Soğanı çok dilimize doladık, cebimizdeki para değerini yitirdikçe soğan aldı başını çıktı yükseklere. Duyduğu saygı da o oranda arttı “haşmetlünün”. Gündemdeki yerini korumakla birlikte, çoğumuzun unutmuş göründüğü aile gelir/gider tablomuz her gün ağırlaşıyor. Şimdilik bizim balkona dadanan kara sakalsız “soğan, so on, soğğan” deyip dursun.

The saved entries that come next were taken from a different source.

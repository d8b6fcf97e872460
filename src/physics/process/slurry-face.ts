import { makeOutline, type OutlineSpec } from '#src/base/outline.ts';
import type { Delivery, SlurrySupply } from '../pass.ts';
import type { Conditions } from '../records.ts';
import { type Bore, cellsFor } from '../slurry/grid.ts';
import type { Carrier } from '../slurry/viscosity.ts';
import { type SlurryConstants, slurryConstants } from './constants.ts';
import { type FaceShape, type FilmSpan, faceShape } from './face.ts';

/** What the balance of the slurry under the face needs beside the conditions. */
export interface SlurryFace {
  readonly shape: FaceShape;
  readonly carrier: Carrier;
  readonly constants: SlurryConstants;
  /** A charge that goes round and wears; the slurry is always fresh where it is absent. */
  readonly charge?: { readonly volume: number; readonly used: number };
}

/** How a slurry face is made; what is left out is chosen. */
export interface SlurryFaceOptions {
  /** Cells across the longest side of the tool. */
  readonly cells?: number;
  readonly constants?: SlurryConstants;
}

/** Cells over the smallest feature, and the least and the most across the tool. */
const CELLS = { across: 6, least: 32, most: 400 };
/** Shares of the largest grain between which the tool floats at closest approach, with room for a coarser lot. */
const CLOSEST = 0.2;
const FURTHEST = 1;

/** Films a tool may ride on under these conditions (m). */
export function filmSpan({ amplitude, grit }: Conditions): FilmSpan {
  return { thinnest: amplitude + CLOSEST * grit.largest, thickest: amplitude + FURTHEST * grit.largest };
}

/** Signed gauge pressure of a delivery (Pa); undefined where the slurry is left to the pumping of the tool. */
function supplyPressure(delivery: Delivery): number | undefined {
  if (delivery.kind === 'flooded') return undefined;
  if (!(delivery.pressure > 0 && delivery.pressure < Number.POSITIVE_INFINITY))
    throw new RangeError(`the pressure that moves the slurry must be above zero, got ${delivery.pressure} Pa`);
  return delivery.kind === 'suction' ? -delivery.pressure : delivery.pressure;
}

/** @throws RangeError when grains or slurry find no way through the tool */
function checkPath(conditions: Conditions, spec: OutlineSpec, bores: readonly Bore[], delivery: Delivery): void {
  const { largest } = conditions.grit;
  for (const [b, { radius }] of bores.entries()) {
    if (2 * radius <= largest)
      throw new RangeError(`bore ${b + 1}, ${2 * radius} m wide, does not pass the largest grain of ${largest} m`);
  }
  if (delivery.kind === 'flooded' || bores.length > 0) return;
  const hollow = makeOutline(spec).loops.some(({ hole }) => hole);
  if (hollow) return;
  const verb = delivery.kind === 'suction' ? 'drawn' : 'pumped';
  throw new RangeError(`slurry cannot be ${verb} through a tool without a bore`);
}

/**
 * The slurry under the face of a tool: solves the shape of exchange on its outline, with bores and delivery. It depends on
 * outline, bores, supply, amplitude and grit; material and grit properties may vary afterwards, as in a band.
 * @param bores open to the bath where the slurry is flooded; otherwise the way the slurry is pumped or drawn
 * @throws RangeError when slurry is to be pumped or drawn and finds no way (no bore and no hollow, a bore narrower than the
 * largest grain, no pressure), when a bore leaves the outline or meets another, and when a feature is too fine for the grid
 */
export function makeSlurryFace(
  conditions: Conditions,
  outline: OutlineSpec,
  bores: readonly Bore[],
  supply: SlurrySupply,
  options: SlurryFaceOptions = {},
): SlurryFace {
  const { constants = slurryConstants } = options;
  const pressure = supplyPressure(supply.delivery);
  checkPath(conditions, outline, bores, supply.delivery);
  const tool = makeOutline(outline);
  const cells = options.cells ?? cellsFor(tool, bores, CELLS);
  const shape = faceShape(tool, bores, filmSpan(conditions), constants, {
    cells,
    ...(pressure !== undefined && { supply: { pressure } }),
  });
  return { shape, carrier: supply.carrier, constants, ...(supply.charge && { charge: supply.charge }) };
}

Biz biraz “s.oğan” konusuna değinelim.

14 Mayıs 2023’te bitiremediğimiz CB seçimi 2. tura kaldı ve 28 Mayıs 2023’te bitecek. İşte bu gün dananın kuyruğu kopacak, ak koyunla kara koyun belli olacak. Düğümü çözecek olan ister köylü, ister kentli bizlerin oyu.

Tek bir oyun bile çok değerli olduğunu bilerek sandığa gideceğiz ve olabildiğinden büyük bir gayretle” sehven” yazılmalara, trafoda kedilere, yolda suya veya çöpe karışmalara, mühürsüz zarflara,  siyasetin sağ yelpazesinde cirit atanların türlü çeşitli Ali-Cengiz oyunlarına karşı pür dikkat karşı duracağız.

Bu yetecek mi?

-Umarım yetecek.

Yetmezse ne olacak?

Kesin bir şey söylemek pek olası değilse de kendimce bir çıkarımda bulunabilirim.

14 Mayıs’ın ertesi güne kalan sayım sonucu orada bitti. 28 Mayıs 2023 bir dönüm noktasını gösteriyor.

Ya ucu faşizme ve dinci dayatmalara uzanan bir otoriter tek adam yönetimine olur vereceğiz ya da demokrasi, haklar, insana saygı, çocuğun masumiyeti, kafa kesen/asker yakan, domuz bağı ören gericiliğin meclise girmesine olanak tanıyacağız.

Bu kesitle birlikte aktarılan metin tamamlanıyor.